- Material provided
-*-

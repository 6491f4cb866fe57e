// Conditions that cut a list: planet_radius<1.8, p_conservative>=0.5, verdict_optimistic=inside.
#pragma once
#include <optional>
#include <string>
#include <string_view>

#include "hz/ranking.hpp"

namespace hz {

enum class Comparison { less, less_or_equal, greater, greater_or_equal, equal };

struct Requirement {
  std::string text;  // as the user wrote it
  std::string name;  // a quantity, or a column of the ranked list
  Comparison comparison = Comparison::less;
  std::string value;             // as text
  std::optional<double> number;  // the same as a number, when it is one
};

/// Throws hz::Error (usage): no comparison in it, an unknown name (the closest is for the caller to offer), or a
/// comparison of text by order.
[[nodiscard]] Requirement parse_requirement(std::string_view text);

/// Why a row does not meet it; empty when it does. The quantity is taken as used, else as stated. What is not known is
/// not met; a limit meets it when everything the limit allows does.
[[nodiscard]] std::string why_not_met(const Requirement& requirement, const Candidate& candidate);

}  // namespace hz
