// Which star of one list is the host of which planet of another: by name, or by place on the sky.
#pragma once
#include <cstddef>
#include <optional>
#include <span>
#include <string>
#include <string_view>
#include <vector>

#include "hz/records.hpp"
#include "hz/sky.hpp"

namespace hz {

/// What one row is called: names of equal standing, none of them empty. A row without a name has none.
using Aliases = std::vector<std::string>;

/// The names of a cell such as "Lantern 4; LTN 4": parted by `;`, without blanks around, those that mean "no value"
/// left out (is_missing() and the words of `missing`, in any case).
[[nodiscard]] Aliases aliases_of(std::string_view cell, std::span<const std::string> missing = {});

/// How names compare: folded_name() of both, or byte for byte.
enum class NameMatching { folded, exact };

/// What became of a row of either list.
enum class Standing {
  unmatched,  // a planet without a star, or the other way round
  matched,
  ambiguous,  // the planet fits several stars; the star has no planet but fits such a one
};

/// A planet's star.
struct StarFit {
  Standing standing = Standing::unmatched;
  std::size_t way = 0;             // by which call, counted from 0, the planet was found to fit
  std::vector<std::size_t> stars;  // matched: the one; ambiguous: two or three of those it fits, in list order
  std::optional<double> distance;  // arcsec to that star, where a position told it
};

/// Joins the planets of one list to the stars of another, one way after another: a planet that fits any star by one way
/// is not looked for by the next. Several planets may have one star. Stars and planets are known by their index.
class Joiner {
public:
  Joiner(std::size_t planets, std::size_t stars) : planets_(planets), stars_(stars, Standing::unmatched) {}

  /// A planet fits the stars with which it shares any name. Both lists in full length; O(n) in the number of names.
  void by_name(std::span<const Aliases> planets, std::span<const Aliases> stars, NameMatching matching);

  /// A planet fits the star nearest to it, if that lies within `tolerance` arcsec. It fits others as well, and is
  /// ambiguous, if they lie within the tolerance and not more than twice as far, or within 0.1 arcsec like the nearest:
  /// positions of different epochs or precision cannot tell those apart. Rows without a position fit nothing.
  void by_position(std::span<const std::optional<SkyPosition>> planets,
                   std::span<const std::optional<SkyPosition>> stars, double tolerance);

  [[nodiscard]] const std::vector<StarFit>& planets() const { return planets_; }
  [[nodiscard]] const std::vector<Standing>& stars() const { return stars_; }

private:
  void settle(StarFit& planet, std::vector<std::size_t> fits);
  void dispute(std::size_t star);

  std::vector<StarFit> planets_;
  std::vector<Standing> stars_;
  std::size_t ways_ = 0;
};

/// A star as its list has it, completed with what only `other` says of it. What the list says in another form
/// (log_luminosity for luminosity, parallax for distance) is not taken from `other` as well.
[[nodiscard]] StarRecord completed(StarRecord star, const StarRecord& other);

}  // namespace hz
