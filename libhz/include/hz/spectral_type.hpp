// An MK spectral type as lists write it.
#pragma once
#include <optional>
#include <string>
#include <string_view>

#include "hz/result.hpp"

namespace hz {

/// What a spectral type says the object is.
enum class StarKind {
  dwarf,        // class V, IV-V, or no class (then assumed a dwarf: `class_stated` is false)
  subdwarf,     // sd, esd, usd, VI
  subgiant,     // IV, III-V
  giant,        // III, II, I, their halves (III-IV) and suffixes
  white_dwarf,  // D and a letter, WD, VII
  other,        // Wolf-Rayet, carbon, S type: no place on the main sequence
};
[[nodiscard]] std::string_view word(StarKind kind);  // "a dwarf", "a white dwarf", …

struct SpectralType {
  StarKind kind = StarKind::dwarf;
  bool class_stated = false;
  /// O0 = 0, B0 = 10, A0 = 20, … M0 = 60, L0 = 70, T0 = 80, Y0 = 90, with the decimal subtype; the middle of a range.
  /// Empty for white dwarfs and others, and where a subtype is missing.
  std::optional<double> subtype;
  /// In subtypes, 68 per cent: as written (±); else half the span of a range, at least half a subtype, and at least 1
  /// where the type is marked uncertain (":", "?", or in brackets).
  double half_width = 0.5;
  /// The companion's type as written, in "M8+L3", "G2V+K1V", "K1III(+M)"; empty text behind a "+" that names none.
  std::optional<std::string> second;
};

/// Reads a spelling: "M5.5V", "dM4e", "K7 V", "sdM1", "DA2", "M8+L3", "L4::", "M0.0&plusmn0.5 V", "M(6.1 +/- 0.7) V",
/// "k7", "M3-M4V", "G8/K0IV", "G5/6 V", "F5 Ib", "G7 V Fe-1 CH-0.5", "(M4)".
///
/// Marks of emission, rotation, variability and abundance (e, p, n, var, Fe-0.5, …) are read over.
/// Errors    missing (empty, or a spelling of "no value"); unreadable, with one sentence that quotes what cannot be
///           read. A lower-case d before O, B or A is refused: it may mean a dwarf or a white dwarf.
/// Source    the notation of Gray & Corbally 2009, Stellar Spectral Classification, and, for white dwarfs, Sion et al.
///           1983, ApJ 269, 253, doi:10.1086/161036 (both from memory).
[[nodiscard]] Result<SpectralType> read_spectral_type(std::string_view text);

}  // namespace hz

-*-

- Activity
The line containing "what cannot be" and all lines after it, through the end of the entries above, are to be returned exactly and alone.

- Completed exercise
/// Errors    missing (empty, or a spelling of "no value"); unreadable, with one sentence that quotes what cannot be
///           read. A lower-case d before O, B or A is refused: it may mean a dwarf or a white dwarf.
/// Source    the notation of Gray & Corbally 2009, Stellar Spectral Classification, and, for white dwarfs, Sion et al.
///           1983, ApJ 269, 253, doi:10.1086/161036 (both from memory).
[[nodiscard]] Result<SpectralType> read_spectral_type(std::string_view text);

}  // namespace hz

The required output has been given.